== TASK DESCRIPTION ==
Once the line containing "orientation free, but" is found in the records below, return it and each following line exactly, up to and including the line containing "def largest_move(chain, q_from, q_to)", and nothing else.

== EXCERPTED DATA ==
def singularity_words(chain, s, short: bool = False) -> tuple[str, str]:
    """(level, words) for a :class:`poser.core.singularity.Singularity`; level ``"ok"``, ``"near"`` or ``"at"``.

    ``short`` names the joints by number (for a status line); the long form names them and says why.
    """
    kinds = "; ".join((_short_finding if short else finding_words)(chain, f) for f in s.findings)
    if s.level == "at":
        return "at", f"AT A SINGULARITY: {kinds}" if kinds else "AT A SINGULARITY (some tool motions impossible)"
    if s.level == "near":
        return "near", f"near a singularity: {kinds}" if kinds else "near a singularity"
    return "ok", "clear of singularities"


# -- families --------------------------------------------------------------------------------------


def _ranges_text(chain, i, ranges) -> str:
    if not ranges:
        return "nowhere"
    parts = [f"{fmt(float(chain.joint_to_user(i, a)), 2)} to {fmt(float(chain.joint_to_user(i, b)), 2)}"
             for a, b in ranges[:6]]
    more = f" and {len(ranges) - 6} more ranges" if len(ranges) > 6 else ""
    return ", ".join(parts) + f" {joint_unit(chain, i)}" + more


def family_words(chain, fam) -> str:
    """What a :class:`poser.core.ik.Family` leaves free and where it stays within limits, in one sentence."""
    if fam.kind == "joint":
        main = fam.joints[0] if fam.joints else None
        if main is None:
            names = " and ".join(printable(n) for n in fam.free)
            return f"{names} free"
        name = _name(chain, main)
        others = [_name(chain, j) for j in fam.follows]
        if len(fam.joints) >= 2:
            ranges = "; ".join(f"{_name(chain, j)} {_ranges_text(chain, j, r)}"
                               for j, r in zip(fam.joints, fam.ranges or ()))
            head = " and ".join(_name(chain, j) for j in fam.joints)
            if not fam.within_limits:
                return f"{head} free, but every member breaks a limit"
            return f"{head} free: within limits for {ranges}"
        r = (fam.ranges or ((),))[0]
        lo, hi = chain.lower[main], chain.upper[main]
        follow = f" ({', '.join(others)} follow{'s' if len(others) == 1 else ''})" if others else ""
        if not r:
            return f"{name} free, but every value breaks a limit{follow}"
        whole = len(r) == 1 and abs(r[0][0] - lo) < 1e-9 and abs(r[0][1] - hi) < 1e-9
        if whole:
            span = _ranges_text(chain, main, r)
            return f"{name} free: any value from {span.replace(' to ', ' to ', 1)} keeps the tool here{follow}"
        return f"{name} free: {_ranges_text(chain, main, r)} keep the tool here within limits{follow}"
    if fam.kind == "turn":
        r = (fam.ranges or ((),))[0]
        if not r:
            return "tool turn free, but every turn breaks a limit"
        parts = ", ".join(f"{fmt(float(chain.units.angle_out(a)), 2)} to {fmt(float(chain.units.angle_out(b)), 2)}"
                          for a, b in r[:6])
        return f"tool turn free: {parts} {chain.units.angle} keep every joint within limits"
    if fam.kind == "orientation":
        pct = fmt(100.0 * fam.fraction, 1)
        if not fam.within_limits:
            return (f"tool orientation free, but none of the {fam.samples} orientations tried keeps every joint "
                    "within limits")
        return f"tool orientation free: {pct} % of the {fam.samples} orientations tried keep every joint within limits"
    return "redundant arm: one of a family of solutions (self-motion); other members may suit better"


# -- moves, distances, misses ---------------------------------------------------------------------


def largest_move(chain, q_from, q_to) -> str:
    """The largest single joint move between two configurations, in words: ``"J2 shoulder by 12.5 deg"``.

    On an arm with both joint kinds the largest turn and the largest slide are given separately
    (degrees and millimetres are never compared).
    """
    d = np.asarray(q_to, float) - np.asarray(q_from, float)
    parts = []
    for mask in (chain.revolute, ~chain.revolute):
        idx = np.flatnonzero(mask)
        if idx.size:
            k = int(idx[np.argmax(np.abs(d[idx]))])
            parts.append(f"{_name(chain, k)} by {joint_value(chain, k, abs(float(d[k])))}")
    return "; ".join(parts)


def distance_text(chain, branch) -> str:
    """A branch's joint-space distance from the present pose: ``"12.3 deg"``, or ``"12.3 deg and 40 mm"``."""
    return parts_text(chain, branch.distance_parts)


def parts_text(chain, parts) -> str:
    """A joint-space distance given as (revolute part rad, prismatic part length): ``"12.3 deg and 40 mm"``;
    ``"–"`` for None.  The joint kinds the arm lacks are left out (degrees and millimetres never added)."""
    if parts is None:
        return "–"
    a, b = parts
    out = []
    if chain.revolute.any():
        out.append(angle(chain, a))
    if (~chain.revolute).any():
        out.append(length(chain, b))
    return " and ".join(out)


def miss_words(chain, branch, position_only: bool = False) -> str:
    """How far a branch that does not reach is off: ``"misses by 12 mm and 4.5 deg in orientation"``."""
    parts = []
    if branch.position_error > 0:
        parts.append(length(chain, branch.position_error, 1 if branch.position_error >= 1 else 4))
    if not position_only and branch.orientation_error > 1e-9:
        parts.append(f"{angle(chain, branch.orientation_error)} in orientation")
    return "misses by " + (" and ".join(parts) or "a hair")


def solver_words(result) -> str:
    """``"closed form"``, ``"numerical"`` or ``"none"``."""
    return result.method


def nearest_point_words(chain, result) -> str:
    """The nearest reachable point with the orientation it assumes: ``"x, y, z mm at rpy r, p, y deg"``."""

    return point_words(chain, result.nearest_point, result.nearest_rotation)


def point_words(chain, p, R=None) -> str:
    """A point ``p`` (3,) and, when given, the tool orientation ``R`` (3, 3) there, with the digits that carry
    them back in (:func:`decimals`): ``"x, y, z mm with the tool at rpy r, p, y deg"``; "" for None."""
    from poser.core.transforms import matrix_to_rpy

    if p is None:
        return ""
    xyz = f"{', '.join(fmt(v, decimals(chain, 'length')) for v in p)} {chain.units.length}"
    if R is None:
        return xyz
    rpy = chain.units.angle_out(matrix_to_rpy(R))
    return f"{xyz} with the tool at rpy {', '.join(fmt(v, decimals(chain, 'angle')) for v in rpy)} {chain.units.angle}"


def ik_message(chain, result) -> str:
    """The verdict of an IK solve in one to three plain sentences (what ``poser ik`` prints last)."""
    if result.status == "fault":
        return (f"The solver failed on this target ({result.fault}). This is a fault in Poser, not an answer "
                "about the target.")
    reach = [b for b in result.branches if b.reaches]
    inside = [b for b in reach if b.within_limits]
    blocked = [b for b in reach if not b.within_limits]
    fam = " (solutions form families; each listed branch stands for one)" if result.redundant and reach else ""
    cut = "" if result.complete else " The search was cut short by its time limit: branches may be missing."
    more = f" {result.unlisted} more turn variants are not listed." if result.unlisted else ""

    def blocking(b):
        v = max(b.violations, key=lambda x: x.excess / (1.0 if chain.revolute[x.joint] else chain.scale))
        return (f"'{printable(b.label)}' needs {_name(chain, v.joint)} at {joint_value(chain, v.joint, v.value)} "
                f"({v.side} limit {joint_value(chain, v.joint, v.limit)})")

    if result.reachable:
        from poser.core.reach import within_limits_count

        n_in, n_all = within_limits_count(result), len(reach) + result.unlisted
        s = f"Reachable{fam}: {n_in} of {n_all} branches reach the target within limits"
        s += f"; nearest the present pose: {printable(inside[0].label)}."
        if inside[0].family is not None:
            s += f" It is one of a family: {family_words(chain, inside[0].family)}."
        if blocked:
            s += f" Blocked by limits: {blocking(blocked[0])}" + (f" and {len(blocked) - 1} more." if len(blocked) > 1
                                                                   else ".")
        return s + more + cut
    c = result.closest
    if c is not None:
        if c.position_error <= result.tolerance[0] and not result.position_only:
            miss = f"reaches the position but misses the orientation by {angle(chain, c.orientation_error)}"
        else:
            miss = f"misses the position by {length(chain, c.position_error, 4)}"
            if not result.position_only:
                miss += f" and the orientation by {angle(chain, c.orientation_error)}"
    else:
        miss = None
    tail = f" The closest approach within limits {miss}." if miss else ""
    if result.nearest_point is not None:
        tail += f" The nearest reachable point is {nearest_point_words(chain, result)}."
    from poser.core.jacobian import task_space

    if not result.position_only and task_space(chain).rank < 6:
        tail += (f" An arm with {chain.n} joints cannot take every orientation: try a position-only target "
                 "(or an orientation it can take).")
    if blocked:
        fams = [b for b in blocked if b.family is not None]
        extra = f" Searched over each family: {family_words(chain, fams[0].family)}." if fams else ""
        return (f"Not reachable within limits{fam}: every branch that reaches the target breaks a limit — "
                f"{blocking(blocked[0])}.{extra}{tail}{cut}")
    return f"Out of reach{fam}: no branch reaches the target.{tail}{cut}"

== COMPLETED TASK ==
            return (f"tool orientation free, but none of the {fam.samples} orientations tried keeps every joint "
                    "within limits")
        return f"tool orientation free: {pct} % of the {fam.samples} orientations tried keep every joint within limits"
    return "redundant arm: one of a family of solutions (self-motion); other members may suit better"


# -- moves, distances, misses ---------------------------------------------------------------------


def largest_move(chain, q_from, q_to) -> str:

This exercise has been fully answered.